Было ясно, что женское прикосновение никогда не касалось этого пространства. Я вдруг почувствовала себя немного виноватой за то, что никогда не пыталась побудить его немного приукрасить это место. Мне казалось, что жить в таком мрачном и скудном месте постоянно — немного угнетающе. С другой стороны, вероятно, это было все, что он знал с тех пор, как они с мамой развелись.
— Садись, — потребовал он, махнув рукой в сторону стола, а сам пошел на кухню и вернулся с двумя тарелками сырных стейков и картошкой фри. Он сделал второй заход за кетчупом и напитками — пиво для него, бутылка энергетика для меня. Потому что он отказывался признавать, что я уже взрослая и позволить мне разделить с ним выпивку. — Хорошо. Начинай говорить, — потребовал он, не притрагиваясь к своей еде, пока я вгрызалась в свою.
Сделав глубокий вдох, я вернулась к началу.

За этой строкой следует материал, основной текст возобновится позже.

//! The repository documents itself: docs/README.md lists every page of
//! docs/, docs/testing.md names what every test file checks against, and no
//! text in the repository sends readers to a design document outside it.
//! The lists compared are the folder listings themselves.

use std::path::Path;

fn names(dir: &str, ext: &str) -> Vec<String> {
    let mut v: Vec<String> = std::fs::read_dir(dir)
        .unwrap()
        .filter_map(|e| e.ok().map(|e| e.path()))
        .filter(|p| p.extension().and_then(|e| e.to_str()) == Some(ext))
        .map(|p| p.file_name().unwrap().to_string_lossy().into_owned())
        .collect();
    v.sort();
    v
}

#[test]
fn every_docs_page_is_listed_in_the_docs_index() {
    let index = std::fs::read_to_string("docs/README.md").unwrap();
    for page in names("docs", "md") {
        if page != "README.md" {
            assert!(
                index.contains(&format!("({page})")),
                "docs/README.md does not list {page}"
            );
        }
    }
}

#[test]
fn every_test_file_names_what_it_checks_against() {
    let table = std::fs::read_to_string("docs/testing.md").unwrap();
    for file in names("tests", "rs") {
        let row = format!("| `{file}` | ");
        let line = table
            .lines()
            .find(|l| l.starts_with(&row))
            .unwrap_or_else(|| panic!("docs/testing.md has no line for tests/{file}"));
        assert!(line.len() > row.len() + 20, "{line}");
    }
}

#[test]
fn nothing_points_at_a_design_document_outside_the_repository() {
    let mut files = vec![
        "README.md".to_string(),
        "DEVELOPERS.md".to_string(),
        "libraries/README.md".to_string(),
    ];
    for dir in ["docs", "tests", "src/cli"] {
        for ext in ["md", "rs"] {
            files.extend(names(dir, ext).into_iter().map(|n| format!("{dir}/{n}")));
        }
    }
    for file in files {
        if !Path::new(&file).exists() || file == "tests/docs_complete.rs" {
            continue;
        }
        let text = std::fs::read_to_string(&file).unwrap();
        assert!(!text.contains("DESIGN.md"), "{file} cites DESIGN.md");
        assert!(!text.contains("shared/"), "{file} points at shared/");
    }
}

— Я знаю, что ты не хочешь этого слышать, но все началось с полицейской академии…
Как только я начала, остановить меня было невозможно. Он сидел там в галантном, терпеливом молчании, пока моя история отклонялась назад и вперед, загоняя себя в углы, безостановочным потоком мыслей, прежде чем я, наконец, добралась до части о Барретте.
И как ни странно, именно тут я немного замялась.
Я понятия не имела, было ли это потому, что я сама не была уверена в сложившейся ситуации, или потому, что я знала, что мой отец уже чувствовал, что у него достаточно причин злиться на Барретта, и я не хотела подбрасывать ему еще больше хвороста в огонь.
— Честно говоря, я думаю, он видел, что я кручусь как спираль, что я слишком глубоко увязла, что я не знала, во что ввязалась. — И, признаться, теперь я видела, что все это было правдой. Я была упрямой и глупой и, скорее всего, сама бы покончила с собой. Это была острая пилюля, которую нужно было проглотить, но некоторые лекарства были неприятными, но необходимыми. — Он вмешался, чтобы попытаться… защитить меня. Минимизировать ущерб.